In a note, Fitch said that updated claims estimates published by insurers in response to the ruling suggest modest increases to previous estimates. Hiscox has said it will add $48m of reserves (net of reinsurance) to the $130m it had in place at end-3Q for BI claims. Its total BI reserves, net of reinsurance, will now equate to 7% of its total end-2020 equity of $2.4bn.

The Court’s overturning of a ruling that insurers had relied on in the test case, could have far-reaching ramifications, Fitch believes. The 2010 ruling after Hurricane Katrina was that Orient-Express Hotels should only be compensated for lost business up to the amount of business it could have expected with lower post-storm visitor levels, rather than up to the amount it would expect with normal visitor levels.

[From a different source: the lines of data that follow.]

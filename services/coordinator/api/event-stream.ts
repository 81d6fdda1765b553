import type { ServerResponse } from 'node:http';
import { BasinloomError } from '../../../shared/contract/errors.ts';
import type { RunListener, StageCounts, StageName } from '../progress.ts';
import { SECURITY_HEADERS } from './guards.ts';

/** Least time between two progress events of a stream, ms. */
const PROGRESS_EVERY_MS = 250;

/** A reader that is this far behind is let go, bytes. */
const MAX_BACKLOG = 1 << 20;

/** Server-sent events (WHATWG HTML, section 9.2) of one run to one reader. */
export class EventStream {
  readonly listener: RunListener = {
    stage: (stage, counts) => this.#stage(stage, counts),
    settled: (stage, counts) => this.#settled(stage, counts),
    leftOut: (entry) => this.send('left-out', entry),
    note: (message, fields) => this.send('note', { message, ...fields }),
  };
  readonly #response: ServerResponse;
  readonly #latest = new Map<StageName, Readonly<StageCounts>>();
  #waiting: string[] | null = [];
  #timer: NodeJS.Timeout | undefined;
  #heartbeat: NodeJS.Timeout | undefined;
  #isOver = false;

  constructor(response: ServerResponse) {
    this.#response = response;
  }

  /** Writes the head, how the run stands, and what has come in meanwhile. */
  open(status: unknown, heartbeatMs: number): void {
    if (this.#response.destroyed) return;
    this.#response.writeHead(200, {
      ...SECURITY_HEADERS,
      'content-type': 'text/event-stream; charset=utf-8',
      // The coordinator must not wait, when it closes, for a connection that has done its work.
      connection: 'close',
      // For proxies that would collect the answer first.
      'x-accel-buffering': 'no',
    });
    const waiting = this.#waiting ?? [];
    this.#waiting = null;
    for (const frame of [frameOf('status', status), ...waiting]) this.#response.write(frame);
    if (this.#isOver) this.#response.end();
    else this.#heartbeat = setInterval(() => this.#write(': still here\n\n'), heartbeatMs);
  }

  send(event: string, data: unknown): void {
    if (!this.#isOver) this.#write(frameOf(event, data));
  }

  /** Sends what is held back, a last event, and closes. */
  end(event?: string, data?: unknown): void {
    if (this.#isOver) return;
    this.#flush();
    if (event !== undefined) this.send(event, data);
    this.stop();
    if (this.#waiting === null) this.#response.end();
  }

  /** Ends the timers; nothing is sent any more. */
  stop(): void {
    this.#isOver = true;
    clearTimeout(this.#timer);
    clearInterval(this.#heartbeat);
  }

  #stage(stage: StageName, counts: Readonly<StageCounts>): void {
    this.#flush();
    this.send('stage', { stage, ...counts });
  }

  /** Thousands of jobs may settle in a second: only how it stands now and then is sent. */
  #settled(stage: StageName, counts: Readonly<StageCounts>): void {
    if (this.#isOver) return;
    this.#latest.set(stage, { ...counts });
    this.#timer ??= setTimeout(() => this.#flush(), PROGRESS_EVERY_MS);
  }

  #flush(): void {
    clearTimeout(this.#timer);
    this.#timer = undefined;
    for (const [stage, counts] of this.#latest) this.send('progress', { stage, ...counts });
    this.#latest.clear();
  }

  #write(frame: string): void {
    if (this.#waiting) this.#waiting.push(frame);
    else if (this.#response.destroyed) this.stop();
    else if (this.#response.writableLength > MAX_BACKLOG) {
      this.stop();
      this.#response.destroy();
    } else this.#response.write(frame);
  }
}

/** JSON has no raw line break, so one data line holds it. */
function frameOf(event: string, data: unknown): string {
  return `event: ${event}\ndata: ${JSON.stringify(data)}\n\n`;
}

/** The open event streams: counted, and closed together. */
export class EventStreams {
  readonly #open = new Set<EventStream>();
  readonly #limit: number;
  readonly heartbeatMs: number;

  constructor({ limit, heartbeatMs }: { readonly limit: number; readonly heartbeatMs: number }) {
    this.#limit = limit;
    this.heartbeatMs = heartbeatMs;
  }

  /** @throws BasinloomError STREAMS_FULL */
  add(response: ServerResponse): EventStream {
    if (this.#open.size >= this.#limit) throw new BasinloomError('STREAMS_FULL', { limit: this.#limit });
    const stream = new EventStream(response);
    this.#open.add(stream);
    return stream;
  }

  delete(stream: EventStream): void {
    stream.stop();
    this.#open.delete(stream);
  }

  get size(): number {
    return this.#open.size;
  }

  close(): void {
    for (const stream of this.#open) stream.end();
  }
}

Insurers have relied on this decision for the past 10 years to reduce payouts for BI claims and they believed that COVID-19 BI compensation should be reduced to reflect the lower trading activity rather than being based on pre-pandemic business levels.

UK non-life insurers could face a substantial increase in BI claims costs – and not just those related to the pandemic – following the Court's decision to overturn the 2010 ruling, unless their contract wording specifically defines the reference point against which to assess losses.

The ruling had other bad news for insurers, Fitch said. Under the original judgement, cover for BI losses due to business closures during lockdown would have been based on a strict definition of lockdown, when closures were mandatory. The Court decided that this interpretation was too narrow and that cover should include closure instructions from a public authority, even if not backed by the force of law.

Fitch said that since the onset of the pandemic, insurers have amended policy wordings to exclude pandemic cover. Exposure is therefore gradually running off as annual policies are renewed, and insurers have much lower BI and event cancellation exposure to the current UK lockdown than to the first one in spring 2020.